At its investor day Wednesday, the bank touted new targets for return on tangible common equity (ROTCE), revealed that it could lose up to $4 billion from its Russia exposure, and detailed a revamped five-business strategy to take it into the coming years. Executives also made a plea for time and patience.
"Everybody listening today knows this isn’t a quick fix,” CEO Jane Fraser told investors and analysts, according to The Wall Street Journal. “This is a multiyear journey.”
If the word “multiyear” sounds familiar, it’s been in the Citi playbook since the end days of the bank’s previous CEO, Michael Corbat.
As rumors swirled in September 2020 that the bank would face regulatory action over its aging risk management infrastructure — exemplified by a manual transfer of $900 million that went undetected by human safeguards — Corbat, in a memo announcing his retirement, said: "This will be a multiyear effort, and I believe it is best for the firm for my successor to lead this important work from the beginning.”
At the same time, Wednesday’s investor day — the bank’s first in nearly five years — was not an exercise in kicking the can down the road. CFO Mark Mason acknowledged some challenges “we need to urgently address right now.”
That label could apply to any of the major prongs in Citi's strategy. On a geopolitical level, that could be the bank's $9.8 billion exposure to Russia, which it detailed to investors Monday in a filing.
Mason said Citi could lose “a little less than half of that” under a “severe stress scenario,” according to the Financial Times.
But that figure also depends on how the country’s invasion of Ukraine — and the world’s response to it — resolves. “We’ve been managing ... very proactively to bring that number down,” Mason said.
Top of mind for investors, to be sure, is returns. Citi is the only U.S. bank of its size that trades below book value. It also, however, has a history of missing previously announced ROTCE goals. The bank said in 2017 it was aiming for a 14% return on tangible common equity. That’s the same figure Goldman Sachs targeted by 2023 at its own investor day in 2020. Goldman reported a 24.3% ROTCE last year; Citi reported 13.4% — but that measure, for the fourth quarter, was 7.4%.
Citi adjusted expectations Wednesday, setting a 11% to 12% ROTCE goal over the next three to five years. “Our maniacal focus right now is on getting to these medium-term targets and building credibility with you along the way,” Fraser said, according to the Financial Times.

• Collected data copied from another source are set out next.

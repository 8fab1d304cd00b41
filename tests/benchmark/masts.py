"""The three masts of the benchmark as scenario files.

`slender_18m` is a plain dictionary first, because the outside library solves the same mast; its guys are given by unstressed length.
The other two have guys by initial tension, about a tenth of their strength.
"""

from __future__ import annotations

from typing import Any

from tests.reference_numbers.scenario_lines import scenario_lines

DIRECTIONS = 72
EVERY = "every 5 deg"
UNSTRESSED = {9.0: 14.198, 17.0: 20.227}
"""Unstressed length [m] by guy level [m]: about 1.45 kN as erected."""


def slender_18m() -> dict[str, Any]:
    """Tube 89 x 3.2 mm, 18 m high, two levels of three guys."""
    guys = [
        {"name": f"{level} {anchor}", "from": {"spar": "mast", "at": at}, "to": {"anchor": anchor}, "length": UNSTRESSED[at]}
        for level, at in (("low", 9.0), ("top", 17.0))
        for anchor in ("N", "SE", "SW")
    ]
    panel = {"name": "panel", "at": 17.0, "mass": 12.0, "area": 0.35, "drag": 1.4, "load": [0.0, 0.0, 0.0]}
    mast = {
        "name": "mast", "foot": [0.0, 0.0, 0.0], "lean_deg": 0.0, "toward_deg": 0.0, "base": "pinned", "length": 18.0,
        "tube": {"diameter": 0.089, "wall": 0.0032}, "drag": 1.2, "fittings": [panel], "stations": [9.0, 17.0, 18.0],
    }  # fmt: skip
    return {
        "title": "Slender mast of 18 m",
        "spars": [mast],
        "material": {"density": 7850.0, "modulus": 210e9, "shear_modulus": 81e9},
        "rope": {"diameter": 0.006, "mass": 0.15, "stiffness": 1.4e6, "strength": 23e3, "drag": 1.2},
        "anchors": [
            {"name": n, "bearing_deg": b, "radius": 11.0, "level": 0.0} for n, b in (("N", 0.0), ("SE", 120.0), ("SW", 240.0))
        ],
        "cables": guys,
        "wind": {
            "speed": 28.0, "air_density": 1.225, "pressure": 0.5 * 1.225 * 28.0**2, "profile": "uniform",
            "directions_deg": [360.0 * k / DIRECTIONS for k in range(DIRECTIONS)],
        },
        "cases": [{"name": "wind", "dead": 1.0, "wind": 1.0}],
    }  # fmt: skip


def slender_18m_toml() -> str:
    """The same as a scenario file."""
    return "\n".join(scenario_lines(slender_18m())) + "\n"


def _lattice_mast(
    title: str, height: float, section: str, levels: list[tuple[float, str]], rings: dict[str, float], rope: str, tension: str
) -> str:
    anchors = [
        f'[[anchor]]\nname = "{ring} {name}"\nbearing = "{bearing} deg"\nradius = "{radius} m"\nlevel = "0 m"\n'
        for ring, radius in rings.items()
        for name, bearing in (("N", 0), ("SE", 120), ("SW", 240))
    ]
    guys = [
        f'[[guy_level]]\nspar = "mast"\nat = "{at} m"\nrope = "strand"\ntension = "{tension}"\n'
        f'to = ["{ring} N", "{ring} SE", "{ring} SW"]\n'
        for at, ring in levels
    ]
    return "\n".join([
        f'title = "{title}"\nformat = 1\n[[spar]]\nname = "mast"\nfoot = {{ east = "0 m", north = "0 m", level = "0 m" }}\n'
        f'[[spar.section]]\nlength = "{height} m"\n{section}',
        *anchors,
        *guys,
        f"[rope.strand]\n{rope}",
        '[wind]\nspeed = "30 m/s"\naveraging = "3 s"\nheight = "10 m"\nprofile = { power = 0.11 }\nair_density = "1.225 kg/m3"\n'
        f'directions = "{EVERY}"\n[[case]]\nname = "wind"\ndead = 1.0\nwind = 1.0\n',
    ])  # fmt: skip


def lattice_45m_toml() -> str:
    """Lattice of 300 mm face given outright, 45 m high, three levels of three guys."""
    return _lattice_mast(
        "Lattice mast of 45 m",
        45.0,
        'mass = "25 kg/m"\nEA = "120 MN"\nEI = "1.3 MN m2"\nGJ = "0.2 MN m2"\nGA = "6 MN"\nwidth = "0.12 m"\ndrag = 2.1\n',
        [(15.0, "ring"), (30.0, "ring"), (44.0, "ring")],
        {"ring": 27.0},
        'diameter = "10 mm"\nmass = "0.42 kg/m"\nstiffness = "7.5 MN"\nstrength = "70 kN"\ndrag = 1.2\n',
        "7 kN",
    )


def lattice_150m_toml() -> str:
    """Lattice of 900 mm face given outright, 150 m high, six levels of three guys on two rings of anchors."""
    inner, outer = "inner", "outer"
    return _lattice_mast(
        "Lattice mast of 150 m",
        150.0,
        'mass = "75 kg/m"\nEA = "700 MN"\nEI = "70 MN m2"\nGJ = "10 MN m2"\nGA = "30 MN"\nwidth = "0.32 m"\ndrag = 2.0\n',
        [(25.0, inner), (50.0, inner), (75.0, inner), (100.0, outer), (125.0, outer), (148.0, outer)],
        {inner: 50.0, outer: 100.0},
        'diameter = "20 mm"\nmass = "1.65 kg/m"\nstiffness = "32 MN"\nstrength = "280 kN"\ndrag = 1.2\n',
        "28 kN",
    )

In the short term, however, the bank expects a significant uptick in expenses — 10% to 12% over the first quarter, due to bolstered hiring in wealth management and other areas. The increase will level off to 6% over 2022 as Citi aims to double its regulatory spending to $3.5 billion and boosts its focus on its treasury and trade services unit.
“We need to make up for the past underinvestment in our businesses,” Mason said, according to American Banker.
To that end, Citi said it would restructure around “five core interconnected businesses”: treasury and trade services, global wealth management, corporate and commercial banking, markets, and U.S. personal banking.
Fraser pitched a “high-returning, capital-light investment-banking business” for Citi’s future, eyeing growth through targeting “new-economy companies.” She also emphasized a focus on higher-returning businesses, seizing on growth opportunities in services, commercial banking and wealth management. Citi aims to capture more share in the markets, banking and U.S. personal banking businesses, she said, alongside digitizing and automating the bank’s operating model.
In her first year as CEO, Fraser had already begun some restructuring — putting Citi’s U.S. consumer and global wealth management division under one umbrella, breaking its institutional operations into three units — trading, investment and corporate banking, and services — and creating a “legacy franchises” segment to house assets from which Citi is exiting.
“Today’s our opportunity to show you that we’re determined to drive that change,” Mason told investors Thursday, according to Bloomberg.